#### YOUR INSTRUCTIONS
Produce as output only the lines below starting at the line with "Buckley et al. 2017, J" and continuing through the line with "precisions : sequence of numpy.ndarray", each one exactly as written.

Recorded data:
+ + +
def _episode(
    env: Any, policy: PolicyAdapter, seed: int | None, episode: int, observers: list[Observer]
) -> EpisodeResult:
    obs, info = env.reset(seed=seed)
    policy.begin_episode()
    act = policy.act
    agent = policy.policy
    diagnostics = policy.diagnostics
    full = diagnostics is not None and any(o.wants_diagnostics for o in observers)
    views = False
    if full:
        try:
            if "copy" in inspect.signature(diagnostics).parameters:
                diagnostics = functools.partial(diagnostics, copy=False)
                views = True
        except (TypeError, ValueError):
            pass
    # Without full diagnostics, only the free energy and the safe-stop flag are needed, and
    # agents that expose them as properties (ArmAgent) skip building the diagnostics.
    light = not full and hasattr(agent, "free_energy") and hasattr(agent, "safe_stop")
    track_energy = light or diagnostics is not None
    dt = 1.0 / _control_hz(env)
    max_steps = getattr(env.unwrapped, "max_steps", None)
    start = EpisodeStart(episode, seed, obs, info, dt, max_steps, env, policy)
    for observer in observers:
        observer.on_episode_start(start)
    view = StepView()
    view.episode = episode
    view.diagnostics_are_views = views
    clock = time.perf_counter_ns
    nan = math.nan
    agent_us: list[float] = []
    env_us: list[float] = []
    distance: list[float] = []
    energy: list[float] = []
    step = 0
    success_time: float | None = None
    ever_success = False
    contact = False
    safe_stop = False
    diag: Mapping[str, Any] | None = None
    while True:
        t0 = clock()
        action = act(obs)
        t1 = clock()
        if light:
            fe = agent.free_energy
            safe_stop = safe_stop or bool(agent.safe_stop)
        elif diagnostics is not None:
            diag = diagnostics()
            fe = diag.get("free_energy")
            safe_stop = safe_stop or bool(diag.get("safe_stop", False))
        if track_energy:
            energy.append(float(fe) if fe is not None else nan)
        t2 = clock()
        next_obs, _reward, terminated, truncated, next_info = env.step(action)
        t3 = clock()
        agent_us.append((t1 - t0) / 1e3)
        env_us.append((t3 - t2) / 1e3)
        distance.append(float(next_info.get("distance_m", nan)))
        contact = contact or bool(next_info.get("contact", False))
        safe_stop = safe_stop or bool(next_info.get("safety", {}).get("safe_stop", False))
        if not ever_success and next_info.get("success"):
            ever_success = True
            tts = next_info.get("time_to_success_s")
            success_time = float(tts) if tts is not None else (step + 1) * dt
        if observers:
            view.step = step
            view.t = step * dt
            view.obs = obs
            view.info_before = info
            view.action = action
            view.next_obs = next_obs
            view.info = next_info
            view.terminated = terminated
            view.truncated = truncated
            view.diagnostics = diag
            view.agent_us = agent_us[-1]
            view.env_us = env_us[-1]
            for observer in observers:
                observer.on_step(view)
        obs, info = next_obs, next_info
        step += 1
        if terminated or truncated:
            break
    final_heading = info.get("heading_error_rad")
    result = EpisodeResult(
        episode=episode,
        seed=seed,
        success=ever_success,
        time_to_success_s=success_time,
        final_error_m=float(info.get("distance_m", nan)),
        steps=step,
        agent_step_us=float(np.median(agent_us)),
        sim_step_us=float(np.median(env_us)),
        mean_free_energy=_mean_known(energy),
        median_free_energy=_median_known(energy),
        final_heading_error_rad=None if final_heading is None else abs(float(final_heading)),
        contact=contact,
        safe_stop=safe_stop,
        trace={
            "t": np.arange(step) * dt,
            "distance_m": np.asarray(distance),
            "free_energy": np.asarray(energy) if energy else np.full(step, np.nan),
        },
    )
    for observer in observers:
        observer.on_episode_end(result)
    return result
+ + +
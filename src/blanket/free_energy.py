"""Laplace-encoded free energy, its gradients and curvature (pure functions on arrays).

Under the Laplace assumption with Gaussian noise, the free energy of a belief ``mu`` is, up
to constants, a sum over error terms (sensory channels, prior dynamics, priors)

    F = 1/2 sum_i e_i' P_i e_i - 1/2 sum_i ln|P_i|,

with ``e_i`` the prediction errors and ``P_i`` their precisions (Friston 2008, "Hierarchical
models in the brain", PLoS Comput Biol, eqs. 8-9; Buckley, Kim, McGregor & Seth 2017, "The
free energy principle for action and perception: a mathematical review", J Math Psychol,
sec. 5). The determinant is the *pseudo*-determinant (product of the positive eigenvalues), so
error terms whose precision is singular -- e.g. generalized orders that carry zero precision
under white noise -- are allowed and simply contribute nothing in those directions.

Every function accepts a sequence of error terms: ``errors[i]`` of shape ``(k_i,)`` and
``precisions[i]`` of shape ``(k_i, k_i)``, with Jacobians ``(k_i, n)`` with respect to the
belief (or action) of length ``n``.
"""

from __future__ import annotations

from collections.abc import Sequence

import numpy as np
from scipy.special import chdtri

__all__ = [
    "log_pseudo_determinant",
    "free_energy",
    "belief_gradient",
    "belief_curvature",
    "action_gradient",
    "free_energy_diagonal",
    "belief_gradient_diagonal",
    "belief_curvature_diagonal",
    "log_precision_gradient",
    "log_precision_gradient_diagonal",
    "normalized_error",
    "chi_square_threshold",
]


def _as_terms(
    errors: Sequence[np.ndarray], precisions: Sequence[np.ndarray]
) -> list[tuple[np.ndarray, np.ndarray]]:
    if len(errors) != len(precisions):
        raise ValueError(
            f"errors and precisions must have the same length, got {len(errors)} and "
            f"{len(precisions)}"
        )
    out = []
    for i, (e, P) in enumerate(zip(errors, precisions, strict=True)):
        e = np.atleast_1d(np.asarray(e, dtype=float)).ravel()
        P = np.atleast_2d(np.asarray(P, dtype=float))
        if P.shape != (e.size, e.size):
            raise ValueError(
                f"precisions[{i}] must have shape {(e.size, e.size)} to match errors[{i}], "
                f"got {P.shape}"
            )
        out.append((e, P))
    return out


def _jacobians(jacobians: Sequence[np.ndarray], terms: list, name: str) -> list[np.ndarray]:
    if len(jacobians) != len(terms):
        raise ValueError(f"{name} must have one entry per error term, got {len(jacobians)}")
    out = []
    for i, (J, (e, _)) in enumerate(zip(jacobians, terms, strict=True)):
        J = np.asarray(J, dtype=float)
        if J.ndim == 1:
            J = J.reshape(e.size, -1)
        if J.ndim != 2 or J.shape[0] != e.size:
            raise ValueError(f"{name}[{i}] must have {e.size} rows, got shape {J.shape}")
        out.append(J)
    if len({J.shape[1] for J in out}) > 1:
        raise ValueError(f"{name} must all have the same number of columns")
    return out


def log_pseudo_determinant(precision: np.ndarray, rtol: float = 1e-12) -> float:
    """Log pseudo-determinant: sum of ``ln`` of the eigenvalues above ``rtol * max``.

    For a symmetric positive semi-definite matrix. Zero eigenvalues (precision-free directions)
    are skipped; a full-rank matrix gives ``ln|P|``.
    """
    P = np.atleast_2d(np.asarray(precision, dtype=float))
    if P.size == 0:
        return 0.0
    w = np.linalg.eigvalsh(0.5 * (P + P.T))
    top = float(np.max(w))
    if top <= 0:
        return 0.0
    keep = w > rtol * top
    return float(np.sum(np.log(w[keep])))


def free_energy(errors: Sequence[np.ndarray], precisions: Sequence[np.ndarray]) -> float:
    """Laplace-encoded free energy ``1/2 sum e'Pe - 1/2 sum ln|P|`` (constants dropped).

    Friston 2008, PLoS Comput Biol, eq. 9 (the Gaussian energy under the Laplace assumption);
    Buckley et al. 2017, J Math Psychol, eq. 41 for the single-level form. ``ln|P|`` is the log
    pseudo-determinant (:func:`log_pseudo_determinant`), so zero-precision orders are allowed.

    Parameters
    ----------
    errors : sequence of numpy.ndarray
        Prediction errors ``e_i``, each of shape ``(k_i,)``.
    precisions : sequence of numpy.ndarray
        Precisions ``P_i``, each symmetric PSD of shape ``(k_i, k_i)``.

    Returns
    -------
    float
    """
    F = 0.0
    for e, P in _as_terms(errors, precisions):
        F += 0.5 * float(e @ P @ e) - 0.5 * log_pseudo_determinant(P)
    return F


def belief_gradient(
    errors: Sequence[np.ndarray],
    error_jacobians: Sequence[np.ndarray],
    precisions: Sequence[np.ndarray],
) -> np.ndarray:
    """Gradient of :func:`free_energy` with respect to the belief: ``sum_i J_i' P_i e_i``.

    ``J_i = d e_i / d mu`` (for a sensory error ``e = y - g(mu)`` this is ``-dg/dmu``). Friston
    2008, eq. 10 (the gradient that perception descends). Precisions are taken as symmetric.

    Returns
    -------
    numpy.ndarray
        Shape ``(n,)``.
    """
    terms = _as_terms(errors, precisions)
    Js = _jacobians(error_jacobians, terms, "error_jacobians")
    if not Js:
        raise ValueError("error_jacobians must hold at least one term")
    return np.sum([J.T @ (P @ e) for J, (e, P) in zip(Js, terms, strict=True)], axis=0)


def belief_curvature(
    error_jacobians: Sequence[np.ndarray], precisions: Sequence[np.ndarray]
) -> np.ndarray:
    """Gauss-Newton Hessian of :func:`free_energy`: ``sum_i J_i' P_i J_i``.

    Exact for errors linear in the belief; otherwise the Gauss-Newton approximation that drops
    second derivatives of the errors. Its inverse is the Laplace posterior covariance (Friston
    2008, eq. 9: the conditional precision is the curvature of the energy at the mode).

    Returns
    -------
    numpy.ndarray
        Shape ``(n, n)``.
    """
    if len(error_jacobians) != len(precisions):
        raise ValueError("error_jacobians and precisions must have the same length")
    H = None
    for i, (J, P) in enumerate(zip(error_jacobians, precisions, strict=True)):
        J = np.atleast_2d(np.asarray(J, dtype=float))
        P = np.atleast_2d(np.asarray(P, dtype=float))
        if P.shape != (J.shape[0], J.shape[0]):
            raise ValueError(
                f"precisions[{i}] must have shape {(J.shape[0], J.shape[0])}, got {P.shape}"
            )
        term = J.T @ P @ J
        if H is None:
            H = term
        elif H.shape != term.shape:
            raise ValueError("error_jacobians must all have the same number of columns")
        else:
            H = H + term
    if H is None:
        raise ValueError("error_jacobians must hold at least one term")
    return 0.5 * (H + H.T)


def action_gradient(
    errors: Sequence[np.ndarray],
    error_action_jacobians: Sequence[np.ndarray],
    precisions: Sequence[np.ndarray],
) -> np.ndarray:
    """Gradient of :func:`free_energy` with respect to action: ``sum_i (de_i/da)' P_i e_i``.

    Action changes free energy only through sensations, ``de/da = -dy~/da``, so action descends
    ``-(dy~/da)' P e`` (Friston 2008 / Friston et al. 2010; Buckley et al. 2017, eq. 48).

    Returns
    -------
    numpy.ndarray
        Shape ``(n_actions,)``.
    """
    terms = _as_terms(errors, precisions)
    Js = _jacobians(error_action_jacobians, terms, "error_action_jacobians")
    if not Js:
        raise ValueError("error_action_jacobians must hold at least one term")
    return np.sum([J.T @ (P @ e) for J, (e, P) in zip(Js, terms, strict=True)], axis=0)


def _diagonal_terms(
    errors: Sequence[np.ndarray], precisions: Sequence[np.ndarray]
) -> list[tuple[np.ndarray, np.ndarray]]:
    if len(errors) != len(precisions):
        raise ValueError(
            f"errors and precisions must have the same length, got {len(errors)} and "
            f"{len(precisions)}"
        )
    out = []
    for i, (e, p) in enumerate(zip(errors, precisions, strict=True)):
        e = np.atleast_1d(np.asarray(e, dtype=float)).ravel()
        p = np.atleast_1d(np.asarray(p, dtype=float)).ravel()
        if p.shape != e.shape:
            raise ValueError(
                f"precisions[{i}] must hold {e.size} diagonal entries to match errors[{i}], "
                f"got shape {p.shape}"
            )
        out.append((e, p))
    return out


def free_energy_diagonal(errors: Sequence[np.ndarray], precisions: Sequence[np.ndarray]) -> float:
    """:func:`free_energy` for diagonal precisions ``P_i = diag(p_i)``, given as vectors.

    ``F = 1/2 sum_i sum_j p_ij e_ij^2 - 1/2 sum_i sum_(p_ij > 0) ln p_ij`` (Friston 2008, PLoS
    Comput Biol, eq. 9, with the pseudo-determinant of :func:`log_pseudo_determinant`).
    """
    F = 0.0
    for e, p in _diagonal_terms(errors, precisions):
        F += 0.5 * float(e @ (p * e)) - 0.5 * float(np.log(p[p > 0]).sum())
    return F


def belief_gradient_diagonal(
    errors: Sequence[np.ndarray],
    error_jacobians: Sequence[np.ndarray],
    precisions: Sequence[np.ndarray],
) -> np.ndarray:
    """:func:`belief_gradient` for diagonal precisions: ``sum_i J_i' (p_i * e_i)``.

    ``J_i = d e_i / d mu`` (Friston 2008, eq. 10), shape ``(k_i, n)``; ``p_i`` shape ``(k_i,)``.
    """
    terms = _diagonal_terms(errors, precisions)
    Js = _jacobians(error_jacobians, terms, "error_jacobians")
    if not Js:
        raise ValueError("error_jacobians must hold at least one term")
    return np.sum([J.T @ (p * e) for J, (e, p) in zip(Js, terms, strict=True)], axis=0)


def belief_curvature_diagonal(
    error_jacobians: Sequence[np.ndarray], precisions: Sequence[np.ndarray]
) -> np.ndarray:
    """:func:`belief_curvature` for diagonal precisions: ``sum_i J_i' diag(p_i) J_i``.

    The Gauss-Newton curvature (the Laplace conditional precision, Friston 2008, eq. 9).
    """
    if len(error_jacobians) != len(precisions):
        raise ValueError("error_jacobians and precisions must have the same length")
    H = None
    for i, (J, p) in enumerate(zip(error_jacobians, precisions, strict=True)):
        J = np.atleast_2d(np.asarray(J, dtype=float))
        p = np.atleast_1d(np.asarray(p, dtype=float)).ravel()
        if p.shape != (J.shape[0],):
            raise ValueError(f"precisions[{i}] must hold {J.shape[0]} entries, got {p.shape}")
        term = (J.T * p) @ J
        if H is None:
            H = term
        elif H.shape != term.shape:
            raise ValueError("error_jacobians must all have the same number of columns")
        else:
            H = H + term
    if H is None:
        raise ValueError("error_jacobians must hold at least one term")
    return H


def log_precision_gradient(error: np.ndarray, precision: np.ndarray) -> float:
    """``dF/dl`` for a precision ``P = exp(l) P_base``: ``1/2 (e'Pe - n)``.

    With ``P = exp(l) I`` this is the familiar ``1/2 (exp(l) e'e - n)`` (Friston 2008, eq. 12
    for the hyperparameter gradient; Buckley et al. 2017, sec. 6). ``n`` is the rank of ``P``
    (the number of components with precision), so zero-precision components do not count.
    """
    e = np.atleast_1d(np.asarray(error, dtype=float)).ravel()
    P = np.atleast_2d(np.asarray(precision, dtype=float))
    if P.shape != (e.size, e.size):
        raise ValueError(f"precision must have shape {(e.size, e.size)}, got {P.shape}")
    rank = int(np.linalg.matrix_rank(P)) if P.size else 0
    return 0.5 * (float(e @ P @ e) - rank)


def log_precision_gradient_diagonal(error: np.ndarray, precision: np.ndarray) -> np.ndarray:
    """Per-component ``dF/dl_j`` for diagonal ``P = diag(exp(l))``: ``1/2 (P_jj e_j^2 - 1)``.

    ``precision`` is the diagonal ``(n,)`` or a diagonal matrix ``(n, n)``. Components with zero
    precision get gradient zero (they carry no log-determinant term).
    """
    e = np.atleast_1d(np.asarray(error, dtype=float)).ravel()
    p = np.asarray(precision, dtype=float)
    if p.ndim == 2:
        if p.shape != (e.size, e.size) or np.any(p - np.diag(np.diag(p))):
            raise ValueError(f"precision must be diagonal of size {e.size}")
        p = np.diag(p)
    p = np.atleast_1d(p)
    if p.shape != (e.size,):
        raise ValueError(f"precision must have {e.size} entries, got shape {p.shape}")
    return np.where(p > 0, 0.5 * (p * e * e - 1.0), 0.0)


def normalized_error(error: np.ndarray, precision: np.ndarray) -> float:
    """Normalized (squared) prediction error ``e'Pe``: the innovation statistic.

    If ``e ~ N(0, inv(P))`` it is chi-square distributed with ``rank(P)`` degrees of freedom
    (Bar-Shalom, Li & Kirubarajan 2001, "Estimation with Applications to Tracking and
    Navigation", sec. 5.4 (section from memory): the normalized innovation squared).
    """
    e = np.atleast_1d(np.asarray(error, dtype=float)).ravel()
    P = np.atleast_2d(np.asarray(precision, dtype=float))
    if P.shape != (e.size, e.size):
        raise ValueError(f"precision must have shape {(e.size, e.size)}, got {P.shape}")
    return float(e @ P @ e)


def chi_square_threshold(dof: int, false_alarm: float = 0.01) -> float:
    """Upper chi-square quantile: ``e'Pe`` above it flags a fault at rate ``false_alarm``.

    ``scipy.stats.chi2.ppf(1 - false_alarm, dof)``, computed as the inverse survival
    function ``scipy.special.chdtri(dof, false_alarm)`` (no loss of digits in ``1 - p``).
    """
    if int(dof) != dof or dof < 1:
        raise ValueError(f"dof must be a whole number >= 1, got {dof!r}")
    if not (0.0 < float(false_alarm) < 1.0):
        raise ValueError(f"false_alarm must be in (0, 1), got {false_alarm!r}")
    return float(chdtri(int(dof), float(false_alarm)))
+ + +
#### RESULT OF THIS EXERCISE
    Buckley et al. 2017, J Math Psychol, eq. 41 for the single-level form. ``ln|P|`` is the log
    pseudo-determinant (:func:`log_pseudo_determinant`), so zero-precision orders are allowed.

    Parameters
    ----------
    errors : sequence of numpy.ndarray
        Prediction errors ``e_i``, each of shape ``(k_i,)``.
    precisions : sequence of numpy.ndarray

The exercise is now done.